Franco da Rocha dedicou sua vida à instituição e, quando se viu cansado e doente, em 1923, escreveu uma carta de indicação ao posto de diretor do Hospício ao Governador do Estado. Nesse documento, registrava sua vontade de deixar a Antônio Carlos Pacheco e Silva, seu aluno dileto, a chefia do Juquery: "Procurei um homem moço, correto, de moral irrepreensível e grande estudioso, cientista por temperamento e capaz de sacrificar-se por amor à ciência" (apud Camargo, 1978, p. 13).

Pacheco e Silva recebe o cargo no momento em que o alienismo estava em decadência no Brasil, as práticas psiquiátricas estavam voltadas para fora dos hospícios e as teorias da eugenia ocupavam o centro da orientação assumida pela medicina. Aos 25 anos, assumiu a direção do Hospital do Juquery, de 1923 a 1937. Em 1930, auxiliou na construção da Assistência Geral dos Psicopatas do Estado de São Paulo. Também dedicou-se à docência na Faculdade de Medicina da Universidade de São Paulo, na Escola Paulista de Medicina, na Escola de Sociologia e Política de São Paulo e na Faculdade de Direito da Universidade de São Paulo.

 

A ciência eugênica entrelaçada ao meio médico

Desde o final do século XIX, a teoria eugenista adentrava massivamente em países como Alemanha, França, Dinamarca, Áustria, Bélgica, Estados Unidos. Na América Latina também encontramos registros de sua influência no Peru, Argentina e Brasil. Aqui, a classe médica e a elite intelectual, que circulavam pelos congressos internacionais, trouxeram na bagagem as "inovadoras" ideias que surgiam a partir do uso do conhecimento sobre a hereditariedade para explicar o "aperfeiçoamento" da espécie humana.

A teoria eugenista, que fundamentava-se nos estudos de Darwin e Galton, propunha que as "raças" deveriam permanecer definidas, sem miscigenação, elevando a qualidade física e intelectual das raças "puras". No Brasil, um país de base miscigenada, a eugenia como ciência facilitou a intelectualidade brasileira a justificar as crises das primeiras décadas do regime republicano que se defrontava com a abolição da escravatura, o êxodo rural e a imigração europeia (Costa, 2007).

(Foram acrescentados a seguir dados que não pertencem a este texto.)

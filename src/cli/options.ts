import { parseArgs } from 'node:util';

export interface Options {
  file: string;
  /** Where the results file goes; absent: none is written. */
  out?: string;
  strict: boolean;
}

export const helpText = `Solves a study and prints a summary.

  npm run --silent study -- FILE.json [--out results.json] [--strict]

  FILE.json        the study to solve
  --out FILE       write the results file as well
  --strict         a verdict that fails, or is unknown for want of data, is an error too
  --help           show this text

Exit status: 0 solved; 1 a case did not converge (with --strict also: a verdict fails or is unknown);
2 bad input or options: every finding is on the error output and no file is written; 3 the programme
itself failed.

The answers rest on the data of the study. Local codes and a licensed engineer decide.
`;

/** The options, or "help", or why they cannot be meant. */
export function readOptions(args: readonly string[]): Options | 'help' | { problem: string } {
  try {
    const { values, positionals } = parseArgs({
      args: [...args],
      allowPositionals: true,
      options: {
        out: { type: 'string', short: 'o' },
        strict: { type: 'boolean', default: false },
        help: { type: 'boolean', short: 'h', default: false },
      },
    });
    if (values.help) return 'help';
    const [file, ...more] = positionals;
    if (file === undefined) return { problem: 'no study file is named' };
    if (more.length > 0) return { problem: `one study file at a time; also named: ${more.join(', ')}` };
    if (values.out === '') return { problem: '--out names no file' };
    return { file, strict: values.strict, ...(values.out === undefined ? {} : { out: values.out }) };
  } catch (error) {
    return { problem: error instanceof Error ? error.message : String(error) };
  }
}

Cabe esclarecer que o termo "raça", nesta pesquisa, tem o sentido que lhe deram as ciências médicas no debate proposto para "biologizar" as categorias populacionais. Segundo António Sérgio Guimarães (2003), categoria "raça" foi criada pelas ciências biológicas e pela antropologia física para classificarem-se as subespécies humanas, assim como as animais. De acordo com essa classificação, algumas espécies seriam mais desenvolvidas intelectual, física e moralmente, justificando a hierarquização de certos grupos identitários e, em seus piores dias, favorecendo verdadeiros genocídios.

Em relação à eugenia, é necessário dizer que, em seu conjunto de ideias, foi compreendida de distintas maneiras pelos intelectuais brasileiros. Para Pacheco e Silva e os psiquiatras da Liga Paulista de Higiene Mental, a eugenia definia-se como um programa de ações que facilitaria a implementação de normas sociais na população. Essas ações eram divididas em três frentes: as iniciativas de caráter mais profilático, denominadas como eugenia preventiva, que tinha como intuito combater os vícios como o álcool e o tabaco; a chamada eugenia positiva que abrangia a educação higienista que incentivava os bons hábitos, a atividade física e intelectual; e as ações de caráter mais restritivo, nomeada como eugenia negativa que partia para as esterelizações nos "degenerados", proibia os matrimônios aos indivíduos "anormais" e controlava a imigração dos "inaptos" (Kehl, 1919).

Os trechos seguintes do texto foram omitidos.